Los acusan de estar implicadas en un caso de opresión en el que las víctimas debían trabajar en abrasadores hornos de ladrillos, informaron hoy medios estatales, mientras surge la indignación por la complicidad oficial

De los detenidos, 48 fueron arrestados en la provincia de Shanxi y el resto en la vecina Henan, donde cientos de adolescentes y agricultores pobres, e incluso algunos niños, estaban atrapados o trabajaban engañados en hornos, minas y fundiciones, dijo el China Daily.
El escándalo opacó las promesas del Partido Comunista en el poder de construir una sociedad "armoniosa" con mejores derechos e ingresos para cientos de millones de pobres agricultores.
El Southern Metropolis Daily, un popular tabloide, dijo que los mismos responsables locales que ahora se vanagloriaban de haber rescatado a los trabajadores habían mirado para otro lado durante mucho tiempo.

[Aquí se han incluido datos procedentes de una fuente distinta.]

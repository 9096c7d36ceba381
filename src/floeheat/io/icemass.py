"""Ice mass-balance thermistor strings: NetCDF (``time`` x ``sensor``) or CSV.

Depths are positive down from the string's reference (the initial ice or snow
surface). A depth variable with ``positive = "up"`` is a height and is negated.
Times must increase strictly; sensors are returned sorted by depth.
"""

from __future__ import annotations

import re
from pathlib import Path

import numpy as np
import xarray as xr

from floeheat import constants
from floeheat.errors import ArchiveError
from floeheat.io._csv import numeric_column, read_data_csv, time_column
from floeheat.io.cf import (
    canonical,
    check_increasing,
    decode_time,
    degrees,
    find_variable,
    normalise_longitude,
    open_netcdf,
    units_of,
)
from floeheat.units import parse_units

__all__ = ["read_icemass", "CSV_SENSOR_COLUMN", "UNSPECIFIED_REFERENCE"]

#: CSV sensor columns: ``T_<depth in cm, positive down>``.
CSV_SENSOR_COLUMN = re.compile(r"T_(-?\d+(?:\.\d+)?)")
#: ``reference`` attribute when the file does not say which surface depths start at.
UNSPECIFIED_REFERENCE = "initial surface (not stated in the file)"


def read_icemass(path) -> xr.Dataset:
    """Read an ice mass-balance string record (NetCDF or ``.csv``).

    Returns
    -------
    xarray.Dataset
        Dims ``(time, sensor)``; coords ``time`` [datetime64 UTC], ``depth(sensor)``
        [m, positive down from the reference], ``latitude(time)``,
        ``longitude(time)`` [degrees, -180..180]; vars ``temperature(time, sensor)``
        [degC], optional ``ice_bottom_depth(time)`` [m, same frame], optional
        ``heated_rise(time, sensor)`` [K]; attrs ``reference``, ``source``.
    """
    path = Path(path)
    parts = _csv(path) if path.suffix.lower() == ".csv" else _netcdf(path)
    return _assemble(path, **parts)


def _netcdf(path: Path) -> dict:
    ds = open_netcdf(path)
    with ds:
        tname = find_variable(ds, file=path, standard_name="time")
        time = decode_time(ds, tname, file=path)
        check_increasing(time, file=path, where=f"variable {tname}")
        tdim = ds[tname].dims[0] if ds[tname].ndim == 1 else None
        if tdim is None:
            raise ArchiveError.at(str(path), f"variable {tname}", "time is not 1-D",
                                  "give the string record a time dimension")
        dname = find_variable(ds, file=path, standard_name="depth")
        if ds[dname].ndim != 1:
            raise ArchiveError.at(str(path), f"variable {dname}", "depth is not 1-D",
                                  "give one depth per sensor")
        sdim = ds[dname].dims[0]
        depth = canonical(ds, dname, "m", file=path).values
        positive = str(ds[dname].attrs.get("positive", "down")).strip().lower()
        if positive == "up":
            depth = -depth
        elif positive != "down":
            raise ArchiveError.at(str(path), f"variable {dname}, attribute positive",
                                  f"positive is {positive!r}", "set positive = 'down'")
        reference = str(ds[dname].attrs.get("reference", UNSPECIFIED_REFERENCE))
        temp = find_variable(ds, file=path, role="string_temperature")
        out = {"time": time, "depth": depth, "reference": reference,
               "temperature": _grid(ds, temp, tdim, sdim, "degC", path),
               "latitude": degrees(ds, "latitude", file=path),
               "longitude": degrees(ds, "longitude", file=path),
               "names": {"temperature": temp}}
        bottom = find_variable(ds, file=path, role="ice_bottom_depth", required=False)
        if bottom is not None:
            if ds[bottom].dims != (tdim,):
                raise ArchiveError.at(str(path), f"variable {bottom}",
                                      f"has dims {ds[bottom].dims}, expected ({tdim},)",
                                      "give one ice bottom depth per time")
            out["ice_bottom_depth"] = canonical(ds, bottom, "m", file=path).values
        rise = find_variable(ds, file=path, role="heated_temperature_rise", required=False)
        if rise is not None:
            out["heated_rise"] = _grid(ds, rise, tdim, sdim, "K", path, difference=True)
            out["names"]["heated_rise"] = rise
    for key in ("latitude", "longitude"):
        if out[key].shape != time.shape:
            raise ArchiveError.at(str(path), f"standard_name {key!r}",
                                  f"has shape {out[key].shape}, time has {time.shape}",
                                  "give one position per time")
    return out


def _grid(ds, name, tdim, sdim, units, path, difference=False) -> np.ndarray:
    """A (time, sensor) variable in ``units``; degC differences read as K."""
    if set(ds[name].dims) != {tdim, sdim}:
        raise ArchiveError.at(str(path), f"variable {name}",
                              f"has dims {ds[name].dims}, expected ({tdim}, {sdim})",
                              "store it on the time and sensor dimensions")
    if difference and "degree_Celsius" in str(parse_units(units_of(ds, name, file=path))):
        # A temperature rise in degC is a difference: 1 degC of rise = 1 K.
        sub = ds[[name]]
        sub[name].attrs["units"] = "delta_degC"
        values = canonical(sub, name, units, file=path)
    else:
        values = canonical(ds, name, units, file=path)
    return np.asarray(values.transpose(tdim, sdim).values, dtype="float64")


def _csv(path: Path) -> dict:
    table = read_data_csv(path, ("time", "latitude", "longitude"))
    sensors = [(c, CSV_SENSOR_COLUMN.fullmatch(c)) for c in table.columns if c.startswith("T_")]
    bad = [c for c, m in sensors if m is None]
    if bad:
        raise ArchiveError.at(str(path), f"header (line 1), column {bad[0]}",
                              "a sensor column name is not T_<depth in cm>",
                              "name sensor columns like T_-40 or T_150")
    if not sensors:
        raise ArchiveError.at(str(path), "header (line 1)", "no T_<depth in cm> columns",
                              "add one column per sensor")
    time = time_column(table, "time", file=path)
    check_increasing(time, file=path, where="column time (index = data row, 0 = line 2)")
    depth_cm = np.array([float(m.group(1)) for _, m in sensors])
    return {"time": time,
            "depth": depth_cm * constants.M_PER_CM,  # the contract names them in cm
            "reference": UNSPECIFIED_REFERENCE,
            "temperature": np.column_stack([numeric_column(table, c, file=path)
                                            for c, _ in sensors]),
            "latitude": numeric_column(table, "latitude", file=path),
            "longitude": numeric_column(table, "longitude", file=path),
            "names": {"temperature": "T_<cm> columns", "depth": [c for c, _ in sensors]}}


def _assemble(path, *, time, depth, reference, temperature, latitude, longitude, names,
              ice_bottom_depth=None, heated_rise=None) -> xr.Dataset:
    if np.all(np.isnan(temperature)):
        raise ArchiveError.at(str(path), f"variable {names['temperature']}",
                              "every temperature is missing (NaN or fill value)",
                              "fill in the data or remove the file from the archive")
    if np.any(np.isnan(depth)):
        raise ArchiveError.at(str(path), "depth", "a sensor depth is missing",
                              "give every sensor its depth")
    order = np.argsort(depth, kind="stable")
    depth = depth[order]
    dup = np.flatnonzero(np.diff(depth) == 0)
    if dup.size:
        raise ArchiveError.at(str(path), "depth",
                              f"two sensors share the depth {depth[dup[0]]:g} m",
                              "give each sensor its own depth")
    data = {"temperature": (("time", "sensor"), temperature[:, order],
                            {"units": "degC", "long_name": "string temperature"})}
    if ice_bottom_depth is not None:
        data["ice_bottom_depth"] = ("time", np.asarray(ice_bottom_depth, "float64"),
                                    {"units": "m", "positive": "down",
                                     "long_name": "ice bottom depth from the sounder"})
    if heated_rise is not None:
        data["heated_rise"] = (("time", "sensor"), heated_rise[:, order],
                               {"units": "K", "long_name": "rise after a heating pulse"})
    return xr.Dataset(
        data,
        coords={"time": ("time", np.asarray(time, "datetime64[ns]")),
                "depth": ("sensor", depth, {"standard_name": "depth", "units": "m",
                                            "positive": "down", "reference": reference}),
                "latitude": ("time", np.asarray(latitude, "float64"),
                             {"standard_name": "latitude", "units": "degrees_north"}),
                "longitude": ("time", normalise_longitude(longitude),
                              {"standard_name": "longitude", "units": "degrees_east"})},
        attrs={"reference": reference, "source": str(path)})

"En muchos países, un escándalo como este sería suficiente para provocar una gran crisis política y de confianza. Pero aquí en China hasta ahora no hay ni siquiera un indicio de dimisiones", publica el diario.
La televisión estatal, por su parte, informó que los propietarios de los primitivos hornos de ladrillos dirigían sus operaciones como prisiones, utilizando feroces perros y matones que pegaban a los menores. Un propietario mató accidentalmente a un niño con una pala y enterró el cuerpo durante la noche, dijo la televisión.
Algunos trabajadores fueron mostrados con heridas supurantes, presumiblemente provocadas por quemaduras en los hornos, donde trabajaban por pequeñas o nulas cantidades.
El Gobierno envió a un equipo para investigar los abusos y le otorgó a los trabajadores liberados - más de 500 hasta ahora - 1.000 yuanes (unos 98 euros) a cada uno, según el Beijing News.